Search code examples
amazon-web-servicesapache-pigamazon-emr

AWS's own example of submitting Pig job does not work due to issue with piggybank.jar


I have been trying to test out submitting Pig jobs on AWS EMR following Amazon's guide. I made the change to the Pig script to ensure that it can find the piggybank.jar as instructed by Amazon. When I run the script I get an ERROR 1070 indicated that one of functions available in piggybank cannot be resolved. Any ideas on what is going wrong?

Key part of error

2018-03-15 21:47:08,258 ERROR org.apache.pig.PigServer (main): exception 
during parsing: Error during parsing. Could not resolve 
org.apache.pig.piggybank.evaluation.string.EXTRACT using imports: [, 
java.lang., org.apache.pig.builtin., org.apache.pig.impl.builtin.]
Failed to parse: Pig script failed to parse: <file s3://cis442f-
data/pigons3/do-reports4.pig, line 26, column 6> Failed to generate logical plan.
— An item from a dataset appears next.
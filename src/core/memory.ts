/** Where columns come from: memory of one's own, or memory that several threads see. */
export type Memory = (bytes: number) => ArrayBufferLike;

export const ownMemory: Memory = (bytes) => new ArrayBuffer(bytes);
Nested exception: org.apache.pig.backend.executionengine.ExecException: ERROR 1070: Could not resolve org.apache.pig.piggybank.evaluation.string.EXTRACT using imports: [, java.lang., org.apache.pig.builtin., org.apache.pig.impl.builtin.]

The first part of the script is as follows:

Line 26 referred to in the error is contains "EXTRACT("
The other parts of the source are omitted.